- EXERCISE DETAILS
Once you have read the records, output them exactly.

Stored items
========================

"""``corepace verify SCENARIO LOG``: check a logged run against the product's rule, per probe."""

from __future__ import annotations

import argparse
import math

import pandas as pd

from optimizer.cli.common import EXIT_OK, BadInput, load, out_dir, prepare_out, say_written
from optimizer.cli.options import Formatter, add_common, add_scenario_options
from optimizer.cli.probe_options import (
    add_log_options,
    add_target_options,
    log_from_args,
    log_notes,
    minutes_pair,
    product_from_args,
    target_from_args,
)
from optimizer.cli.terminal import Ui
from optimizer.dwell.convert import air_setting, chill_rule, cook_rule, thermal_product
from optimizer.dwell.errors import ThermalInputError
from optimizer.probes.verify import RunRecord, VerifyError, verify_run
from optimizer.reporting import export
from optimizer.scenario.provenance import made_at, tool_version

__all__ = ["EXIT_RULE_MISSED", "add_parser", "cmd_verify"]

EXIT_RULE_MISSED = 1
"""Exit code when a probe misses the rule (the record is written)."""

EPILOG = """\
examples:
  corepace verify configs/demo.yaml configs/logs/run-chicken-roast-180.csv \\
      --product chicken-fillet --stage cook --oven rack-oven-1 --setting roast-180 \\
      --out reports/record
  corepace verify plant.yaml chill.csv --product ham-log --stage chill --tunnel t1 \\
      --setting fast --zone 1 --core T1 --core T2 --air T5

writes record.html (prints on one or two pages), record.json and record.csv.
exit 0 when every probe meets the rule, 1 when one misses it (the record is
written), 2 on a bad file or option. The record supports, and does not replace,
the plant's HACCP verification.
"""


def add_parser(subparsers: argparse._SubParsersAction) -> argparse.ArgumentParser:
    """Add ``corepace verify`` to the command's subparsers."""
    p = subparsers.add_parser(
        "verify",
        help="check a logged run against the product's rule, probe by probe",
        description="Check every core probe of a logged run against the product's cook rule "
        "(target and hold, lethality, time-temperature table) or its chill or freeze rule "
        "(cooling windows, exit limit): pass or fail with the margin and the moment each "
        "limit was met; the worst probe governs. The model's trace for the same run (the "
        "scenario's h for the air setting, the logged air) is put beside each probe.",
        epilog=EPILOG,
        formatter_class=Formatter,
    )
    p.add_argument("scenario", metavar="SCENARIO", help="the plant's scenario file")
    p.add_argument("log", metavar="LOG", help="the logger file (CSV)")
    p.add_argument(
        "--stage",
        required=True,
        choices=("cook", "chill"),
        help="check the product's cook rule, or its chill (or freeze) rule",
    )
    p.add_argument(
        "--window",
        type=minutes_pair,
        metavar="START,END",
        help="check only this part of the log [min from its first reading], e.g. the chill "
        "after the oven",
    )
    add_target_options(p)
    add_log_options(p)
    add_scenario_options(p)
    add_common(p)
    p.set_defaults(func=cmd_verify)
    return p


def _h_of(product, target) -> tuple[float, str]:
    """h of the air setting for the model trace [W/(m² K)] and where it comes from."""
    spec = target.spec
    if spec.measured_h is not None:
        return float(spec.measured_h), spec.measured_h_source or "measured_h of the scenario"
    conv = thermal_product(product).surface_coefficient(air_setting(spec))
    return float(conv.h), f"correlation ({conv.correlation}) at the setting's air speed"


def _summary(record: RunRecord) -> dict:
    return {
        "stage": record.stage,
        "rule": record.rule,
        "met": record.met,
        "governing_probe": record.governing,
        "log": record.log_path,
        "log_sha256": record.log_sha256,
        "run_started": record.started,
        "model_h": record.h,
        "model_h_source": record.h_source,
        "probes": [
            {
                "probe": p.channel,
                "met": p.met,
                "binding": p.verdict.binding,
                "margin": p.verdict.margin if math.isfinite(p.verdict.margin) else None,
                "unit": p.verdict.unit,
                "reason": p.verdict.reason,
                "finished_min": p.finished_at / 60 if math.isfinite(p.finished_at) else None,
                "f_value_s": p.f_value,
                "log_reduction": p.log_reduction,
                "missing_readings": p.missing,
                "pulled_at_min": None if p.pulled_at is None else p.pulled_at / 60,
                "model_met": None if p.predicted_verdict is None else p.predicted_verdict.met,
                "max_difference_K": p.difference,
            }
            for p in record.probes
        ],
        "caution": record.caution,
    }


def cmd_verify(args: argparse.Namespace, ui: Ui) -> int:
    """``corepace verify SCENARIO LOG``."""
    from optimizer.reporting.probe_pages import PageInfo, run_record_report

    scenario = load(args.scenario, args)
    product = product_from_args(scenario, args)
    target = target_from_args(scenario, args)
    log = log_from_args(args)
    if args.window is not None:
        try:
            log = log.part(args.window[0] * 60.0, args.window[1] * 60.0)
        except ValueError as exc:
            raise BadInput([f"--{exc}"]) from exc
    start = float(next(v for v in log.cores[0].values if math.isfinite(v)))
    if args.stage == "cook":
        rule = cook_rule(scenario.cook_rule(product), start)
    else:
        rule = chill_rule(scenario.chill_rule(product))
    piece = thermal_product(product)
    try:
        h, source = _h_of(product, target)
    except ThermalInputError as exc:
        raise BadInput([f"{target.path}: {exc}"]) from exc
    if log.air is None:
        source += (
            f"; the log has no air channel: the model holds the setting's "
            f"{target.spec.air_temperature:g} °C"
        )
    try:
        record = verify_run(
            log,
            rule,
            geometry=piece.geometry,
            properties=piece.properties,
            h=h,
            h_source=source,
            air_temperature=target.spec.air_temperature,
        )
    except VerifyError as exc:
        raise BadInput([str(exc)]) from exc
    info = PageInfo(
        args.scenario, product.name, target.label, tool_version(), made_at(), args.argv_text
    )
    summary = {
        **_summary(record),
        "scenario": args.scenario,
        "product": product.name,
        "air_setting": target.path,
        "log_notes": log_notes(log),
    }
    target_dir = out_dir(args, args.scenario)
    prepare_out(target_dir)
    protect = [args.scenario, args.log]
    written = [
        export.atomic_write_text(
            target_dir / "record.html", run_record_report(record, info), protect=protect
        ),
        export.write_json(target_dir / "record.json", summary, protect=protect),
        export.write_csv(target_dir / "record.csv", pd.DataFrame(record.rows()), protect=protect),
    ]
    ui.emit_json({**summary, "files": [str(p) for p in written]})
    ui.say(f"{product.name}, {record.stage} rule: {record.rule}")
    for p in record.probes:
        mark = "pass" if p.met else "FAIL"
        ui.say(f"  {p.channel}: {mark}: {p.verdict.reason}")
    for n in log.notes:
        ui.say(f"  log: {n.message}")
    say_written(ui, written)
    verdict = "PASS" if record.met else "FAIL"
    ui.result(f"{verdict}: worst probe {record.governing} → {target_dir / 'record.html'}")
    return EXIT_OK if record.met else EXIT_RULE_MISSED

========================

- OUTPUT OF THE EXERCISE
"""``corepace verify SCENARIO LOG``: check a logged run against the product's rule, per probe."""

from __future__ import annotations

import argparse
import math

import pandas as pd

from optimizer.cli.common import EXIT_OK, BadInput, load, out_dir, prepare_out, say_written
from optimizer.cli.options import Formatter, add_common, add_scenario_options
from optimizer.cli.probe_options import (
    add_log_options,
    add_target_options,
    log_from_args,
    log_notes,
    minutes_pair,
    product_from_args,
    target_from_args,
)
from optimizer.cli.terminal import Ui
from optimizer.dwell.convert import air_setting, chill_rule, cook_rule, thermal_product
from optimizer.dwell.errors import ThermalInputError
from optimizer.probes.verify import RunRecord, VerifyError, verify_run
from optimizer.reporting import export
from optimizer.scenario.provenance import made_at, tool_version

__all__ = ["EXIT_RULE_MISSED", "add_parser", "cmd_verify"]

EXIT_RULE_MISSED = 1
"""Exit code when a probe misses the rule (the record is written)."""

EPILOG = """\
examples:
  corepace verify configs/demo.yaml configs/logs/run-chicken-roast-180.csv \\
      --product chicken-fillet --stage cook --oven rack-oven-1 --setting roast-180 \\
      --out reports/record
  corepace verify plant.yaml chill.csv --product ham-log --stage chill --tunnel t1 \\
      --setting fast --zone 1 --core T1 --core T2 --air T5

writes record.html (prints on one or two pages), record.json and record.csv.
exit 0 when every probe meets the rule, 1 when one misses it (the record is
written), 2 on a bad file or option. The record supports, and does not replace,
the plant's HACCP verification.
"""


def add_parser(subparsers: argparse._SubParsersAction) -> argparse.ArgumentParser:
    """Add ``corepace verify`` to the command's subparsers."""
    p = subparsers.add_parser(
        "verify",
        help="check a logged run against the product's rule, probe by probe",
        description="Check every core probe of a logged run against the product's cook rule "
        "(target and hold, lethality, time-temperature table) or its chill or freeze rule "
        "(cooling windows, exit limit): pass or fail with the margin and the moment each "
        "limit was met; the worst probe governs. The model's trace for the same run (the "
        "scenario's h for the air setting, the logged air) is put beside each probe.",
        epilog=EPILOG,
        formatter_class=Formatter,
    )
    p.add_argument("scenario", metavar="SCENARIO", help="the plant's scenario file")
    p.add_argument("log", metavar="LOG", help="the logger file (CSV)")
    p.add_argument(
        "--stage",
        required=True,
        choices=("cook", "chill"),
        help="check the product's cook rule, or its chill (or freeze) rule",
    )
    p.add_argument(
        "--window",
        type=minutes_pair,
        metavar="START,END",
        help="check only this part of the log [min from its first reading], e.g. the chill "
        "after the oven",
    )
    add_target_options(p)
    add_log_options(p)
    add_scenario_options(p)
    add_common(p)
    p.set_defaults(func=cmd_verify)
    return p


def _h_of(product, target) -> tuple[float, str]:
    """h of the air setting for the model trace [W/(m² K)] and where it comes from."""
    spec = target.spec
    if spec.measured_h is not None:
        return float(spec.measured_h), spec.measured_h_source or "measured_h of the scenario"
    conv = thermal_product(product).surface_coefficient(air_setting(spec))
    return float(conv.h), f"correlation ({conv.correlation}) at the setting's air speed"


def _summary(record: RunRecord) -> dict:
    return {
        "stage": record.stage,
        "rule": record.rule,
        "met": record.met,
        "governing_probe": record.governing,
        "log": record.log_path,
        "log_sha256": record.log_sha256,
        "run_started": record.started,
        "model_h": record.h,
        "model_h_source": record.h_source,
        "probes": [
            {
                "probe": p.channel,
                "met": p.met,
                "binding": p.verdict.binding,
                "margin": p.verdict.margin if math.isfinite(p.verdict.margin) else None,
                "unit": p.verdict.unit,
                "reason": p.verdict.reason,
                "finished_min": p.finished_at / 60 if math.isfinite(p.finished_at) else None,
                "f_value_s": p.f_value,
                "log_reduction": p.log_reduction,
                "missing_readings": p.missing,
                "pulled_at_min": None if p.pulled_at is None else p.pulled_at / 60,
                "model_met": None if p.predicted_verdict is None else p.predicted_verdict.met,
                "max_difference_K": p.difference,
            }
            for p in record.probes
        ],
        "caution": record.caution,
    }


def cmd_verify(args: argparse.Namespace, ui: Ui) -> int:
    """``corepace verify SCENARIO LOG``."""
    from optimizer.reporting.probe_pages import PageInfo, run_record_report

    scenario = load(args.scenario, args)
    product = product_from_args(scenario, args)
    target = target_from_args(scenario, args)
    log = log_from_args(args)
    if args.window is not None:
        try:
            log = log.part(args.window[0] * 60.0, args.window[1] * 60.0)
        except ValueError as exc:
            raise BadInput([f"--{exc}"]) from exc
    start = float(next(v for v in log.cores[0].values if math.isfinite(v)))
    if args.stage == "cook":
        rule = cook_rule(scenario.cook_rule(product), start)
    else:
        rule = chill_rule(scenario.chill_rule(product))
    piece = thermal_product(product)
    try:
        h, source = _h_of(product, target)
    except ThermalInputError as exc:
        raise BadInput([f"{target.path}: {exc}"]) from exc
    if log.air is None:
        source += (
            f"; the log has no air channel: the model holds the setting's "
            f"{target.spec.air_temperature:g} °C"
        )
    try:
        record = verify_run(
            log,
            rule,
            geometry=piece.geometry,
            properties=piece.properties,
            h=h,
            h_source=source,
            air_temperature=target.spec.air_temperature,
        )
    except VerifyError as exc:
        raise BadInput([str(exc)]) from exc
    info = PageInfo(
        args.scenario, product.name, target.label, tool_version(), made_at(), args.argv_text
    )
    summary = {
        **_summary(record),
        "scenario": args.scenario,
        "product": product.name,
        "air_setting": target.path,
        "log_notes": log_notes(log),
    }
    target_dir = out_dir(args, args.scenario)
    prepare_out(target_dir)
    protect = [args.scenario, args.log]
    written = [
        export.atomic_write_text(
            target_dir / "record.html", run_record_report(record, info), protect=protect
        ),
        export.write_json(target_dir / "record.json", summary, protect=protect),
        export.write_csv(target_dir / "record.csv", pd.DataFrame(record.rows()), protect=protect),
    ]
    ui.emit_json({**summary, "files": [str(p) for p in written]})
    ui.say(f"{product.name}, {record.stage} rule: {record.rule}")
    for p in record.probes:
        mark = "pass" if p.met else "FAIL"
        ui.say(f"  {p.channel}: {mark}: {p.verdict.reason}")
    for n in log.notes:
        ui.say(f"  log: {n.message}")
    say_written(ui, written)
    verdict = "PASS" if record.met else "FAIL"
    ui.result(f"{verdict}: worst probe {record.governing} → {target_dir / 'record.html'}")
    return EXIT_OK if record.met else EXIT_RULE_MISSED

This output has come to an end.